Youth ministers from across Australia at a two-day research seminar in Brisbane last week heard the results of the national youth survey commissioned by the Australian Catholic Bishops Conference.

The ACBC commissioned the survey to respond to specific questions in a preparatory document for the upcoming Synod of Bishops on Young People, Faith and Vocational Discernment in October.

Dr Trudy Dantis, who sifted through the survey results to form a document for the Holy See, presented the findings of the survey at the seminar before 100 youth ministers and Church leaders.

Dr Dantis was appointed in January to lead the ACBC’s Pastoral Research Office and was given three weeks to collate diocesan-specific reports based on the survey and completed a national report in November.

The results reveal both the positive and negative experiences of young people.

Dr Dantis said the ACBC expected to receive between 2000 and 3000 responses, however more than 15,000 people filled out the survey, including 87 young people who were not connected with the Church or Catholic faith.

When asked to rate their experience between 1 and 10 of being listened to by the Church, respondents gave an average rating of 5.9, indicating young people are on the fence about that question.

Both school-aged people and young adults had positive experiences of youth groups, Mass and liturgical celebrations, and youth festivals.

One respondent, who indicated being an atheist, said they had a good experience of their youth group despite having a differing opinion to other leaders and participants.

Young Catholics appreciate all forms of the Mass, including charismatic liturgies and the Latin Mass.

“Generally if you have in a parish a whole lot of different styles of Mass, it is highly likely that these people will be attracted to one sort of Mass there,” Dr Dantis said.

Eucharistic adoration was also important for people between the ages of 19 and 29.

Research seminar participants

Mixed bag: Participants discuss the findings of the youth survey at a research seminar in Brisbane. Photo: Emilie Ng

Families were listed as the most influential group when it came to a young person making key decisions in their life.

“It doesn’t matter if you’re a 16-year-old or 29-year- old – family seems to be a strong influence there,” Dr Dantis said.

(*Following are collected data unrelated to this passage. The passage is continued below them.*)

package main

import (
	"os"
	"path/filepath"
	"strings"
	"testing"
)

// simDialectPlan reads semicolon-separated data with a decimal comma, and
// new rows to predict written the same way.
const simDialectPlan = `version: 1
seed: 7
data:
  file: data.csv
  delimiter: semicolon
  decimal: comma
outcomes:
  - column: y
    categories: ["1", "2", "3"]
predictors: [x, g]
categorical:
  g: {levels: [a, b]}
models: {approaches: [cumulative], effects: [parallel], links: [logit]}
rules:
  - choose: {by: bic}
inference:
  predict: new.csv
sensitivity:
  - name: robust
    why: The model may be wrong.
    change: {covariance: sandwich}
assumptions:
  n: 200
  predictors:
    x: {mean: 0, sd: 1}
  outcomes:
    y:
      proportions: [0.3, 0.4, 0.3]
      effects: {x: 0.8, g: {b: 0.5}}
`

// A rehearsal or power study of a plan whose data are semicolon-separated
// with a decimal comma reads the data it simulated (written comma-separated
// with a decimal point) as such, and the new rows as the plan says; both
// once failed ("the file looks comma-separated ... but is read as
// semicolon-separated"). The rehearsal prints its sensitivity analysis's
// choice as run does.
func TestRehearseAndPowerPlanDialect(t *testing.T) {
	dir := t.TempDir()
	for name, body := range map[string]string{
		"plan.yaml": simDialectPlan,
		"data.csv":  "y;x;g\n1;0,5;a\n2;-1,25;b\n3;2,0;a\n",
		"new.csv":   "x;g\n0,5;a\n-1,5;b\n",
	} {
		if err := os.WriteFile(filepath.Join(dir, name), []byte(body), 0o644); err != nil {
			t.Fatal(err)
		}
	}
	planPath := filepath.Join(dir, "plan.yaml")
	out := filepath.Join(dir, "reh")
	stdout, errs, code := runCLI("rehearse", planPath, "--quiet", "--out", out)
	if code != 0 {
		t.Fatalf("rehearse: exit %d: %s", code, errs)
	}
	// The sensitivity analysis's choice is printed as run prints it.
	if !strings.Contains(stdout, "\nsensitivity analysis robust: y: chosen: cumulative/parallel/logit, as in the primary analysis\n") {
		t.Errorf("rehearse's summary lacks the sensitivity analysis:\n%s\n%s", stdout, errs)
	}
	sim, err := os.ReadFile(filepath.Join(out, simulatedFile))
	if err != nil || !strings.HasPrefix(string(sim), "y,x,g\n") {
		t.Errorf("simulated data: %v %.40q", err, sim)
	}
	pred, err := os.ReadFile(filepath.Join(out, "predictions-y.csv"))
	if err != nil {
		t.Fatal(err)
	}
	// The new rows echoed as written (x = 0.5 and -1.5 in decimal comma),
	// each predicted.
	if lines := strings.Split(strings.TrimSpace(string(pred)), "\n"); len(lines) != 3 || !strings.HasPrefix(lines[1], `2,"0,5",a,0.`) || !strings.HasPrefix(lines[2], `3,"-1,5",b,0.`) {
		t.Errorf("predictions of the new rows:\n%s", pred)
	}
	pout := filepath.Join(dir, "pow")
	if _, errs, code := runCLI("power", planPath, "--quiet", "--n", "150", "--replicates", "4", "--workers", "1", "--out", pout); code != 0 {
		t.Fatalf("power: exit %d: %s", code, errs)
	}
	if md, _ := os.ReadFile(filepath.Join(pout, "power.md")); !strings.Contains(string(md), "| a plan that could not be run | 0.000 (0 of 4;") {
		t.Errorf("power.md: replicates failed:\n%s", md)
	}
}
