package main

import (
	"fmt"
	"math/rand/v2"
	"os"
	"path/filepath"
	"strings"
	"testing"
	"time"

	"ordplan/internal/testsurvey"
	"ordplan/runner/queue/localserver"
)

// writeImputedFixture writes an invented survey (seeded): y in three
// ordered categories from a cumulative logit in x (numeric) and g (three
// levels), with y, x and g missing in some rows; d.csv is the original
// data, stacked.csv three imputed sets of it (the missing cells drawn
// afresh in each), dw.csv d.csv with frequency weights, and three plans:
// chained.yaml imputes d.csv itself (data.missing: impute), stacked.yaml
// analyses stacked.csv, weighted.yaml imputes dw.csv. Both have a
// term with a sample mean, frozen on imputed set 1.
func writeImputedFixture(t *testing.T) string {
	t.Helper()
	dir := t.TempDir()
	rng := rand.New(rand.NewPCG(21, 8))
	var orig, stack strings.Builder
	orig.WriteString("y,x,g\n")
	stack.WriteString("imp,y,x,g\n")
	type row struct {
		y    int
		x    float64
		g    int
		miss [3]bool
	}
	rows := make([]row, 200)
	var weighted strings.Builder
	weighted.WriteString("y,x,g,w\n")
	for i := range rows {
		y, x, g := testsurvey.Grouped(rng)
		r := row{y: y, x: x, g: g, miss: [3]bool{rng.Float64() < 0.05, rng.Float64() < 0.1+0.1*float64(y-1), rng.Float64() < 0.08}}
		rows[i] = r
		cells := []string{fmt.Sprint(y), fmt.Sprintf("%.4f", x), []string{"a", "b", "c"}[g]}
		for c := range cells {
			if r.miss[c] {
				cells[c] = ""
			}
		}
		orig.WriteString(strings.Join(cells, ",") + "\n")
		fmt.Fprintf(&weighted, "%s,%d\n", strings.Join(cells, ","), 1+i%3)
	}
	for k := 1; k <= 3; k++ {
		for _, r := range rows {
			y, x, g := r.y, r.x, r.g
			if r.miss[0] {
				y = 1 + rng.IntN(3)
			}
			if r.miss[1] {
				x = rng.NormFloat64()
			}
			if r.miss[2] {
				g = rng.IntN(3)
			}
			fmt.Fprintf(&stack, "%d,%d,%.4f,%s\n", k, y, x, []string{"a", "b", "c"}[g])
		}
	}
	rest := `outcomes: [{column: y}]
categorical: {g: {levels: [a, b, c]}}
predictors: [{name: xc, column: x, centre: mean, scale: sd}, g]
models: {approaches: [cumulative], effects: [parallel, partial, nonparallel], partial: {free: [xc]}}
tests: {parallel_lines: [lr, wald]}
rules:
  - choose: {by: bic}
`
	files := map[string]string{
		"d.csv":         orig.String(),
		"stacked.csv":   stack.String(),
		"chained.yaml":  "version: 1\ntitle: imputed here\nseed: 5\ndata:\n  file: d.csv\n  missing: impute\n  imputation: {sets: 3, iterations: 2}\n" + rest,
		"stacked.yaml":  "version: 1\ntitle: imputed elsewhere\ndata:\n  file: d.csv\n  imputed: {file: stacked.csv, column: imp}\n" + rest,
		"dw.csv":        weighted.String(),
		"weighted.yaml": "version: 1\ntitle: imputed here, counts\nseed: 5\ndata:\n  file: dw.csv\n  weights: w\n  missing: impute\n  imputation: {sets: 3, iterations: 2}\n" + rest,
	}
	for name, s := range files {
		if err := os.WriteFile(filepath.Join(dir, name), []byte(s), 0o644); err != nil {
			t.Fatal(err)
		}
	}
	return dir
}

// Plans on multiply imputed data run through the queue write the same
// files as a local run, byte for byte, although the worker holding a job
// is killed: sets imputed by the program (handed to the workers as data
// files) and sets named in a stacked file, the design frozen on set 1 in
// every job; and sets imputed from frequency-weighted data (each row
// expanded into as many rows as its weight).
func TestQueueRunImputedData(t *testing.T) {
	if testing.Short() {
		t.Skip("starts worker processes")
	}
	dir := writeImputedFixture(t)
	url := localserver.ForTest(t)
	victim := startWorkerProc(t, url, "victim", holdEnv+"=60s")
	var w1, w2 *proc
	for _, name := range []string{"chained", "stacked", "weighted"} {
		plan := filepath.Join(dir, name+".yaml")
		local, remote := filepath.Join(dir, name+"-local"), filepath.Join(dir, name+"-queue")
		if out, errs, code := runCLI("run", plan, "--out", local, "--quiet"); code != 0 {
			t.Fatalf("%s: local run: exit %d: %s %s", name, code, out, errs)
		}
		run := runAsync("run", plan, "--out", remote, "--queue", url)
		if w1 == nil {
			victim.waitLog(t, 30*time.Second, "started")
			victim.kill(t)
			w1 = startWorkerProc(t, url, "w1")
			w2 = startWorkerProc(t, url, "w2")
		}
		r := waitRun(t, run, 90*time.Second)
		t.Logf("%s through the queue:\n%s", name, r[1])
		sameOutputs(t, local, remote)
		// One batch holds the fits of every imputed set: 3 sets of 5 fits.
		if !strings.Contains(r[1], "15 fits") {
			t.Errorf("%s: the fits of the imputed sets are not one batch: %s", name, r[1])
		}
	}
	logs := w1.stderr.String() + w2.stderr.String()
	if !strings.Contains(logs, "(delivery 2)") {
		t.Errorf("the killed worker's job was not delivered again:\n%s", logs)
	}
	if !strings.Contains(logs, "imputed set 3/3") {
		t.Errorf("the workers' logs name no imputed set:\n%s", logs)
	}
}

“Family across the board has a lot of influence in a young person’s life.”

On the other hand, the survey showed that in some cases, parish or religious leaders actually discouraged young people.

Young people felt listened to by the Church when they were welcomed in a new parish or a parishioner spoke nicely to them.

However if a young person had a negative experience of the Church, it usually occurred when they were dismissed or not listened to “because they were too young or because they didn’t know much about the faith”.

Some young people also mentioned having a negative experience in confession where they were told they were a bad person for committing a particular sin.

Most young adults said their negative encounters occurred when they tried to defend the faith or Church teaching in a group, especially in a secular environment, and were deemed as being “too Catholic or too churchy or too religious”.

A further group of young people felt the Church was “closed-minded or had biased attitudes” when it came to teachings on sexuality and the participation of women.

When it came to issues young people under 19 faced, the top four responses were mental health, school or study, drugs or alcohol, and body image.

Older young adults are more concerned about friendships, relationships and sexuality.

When asked how the Church could help young people, survey respondents asked for guidance, help and counselling as well as support networks and “safe spaces” to talk through their problems.

Young adults requested more faith formation and help in being a faithful Catholic.

Both groups believed the Church should provide more youth resources to support young people.

Young Australians are also encouraging the Church to embrace social media, in particular to provide content for Facebook, Instagram and Snapchat.

Dr Dantis encouraged bishops, youth leaders and teachers to respond to the survey results and reflect on its relevance in their areas of ministry.

Results from the national survey will be released in Australia soon.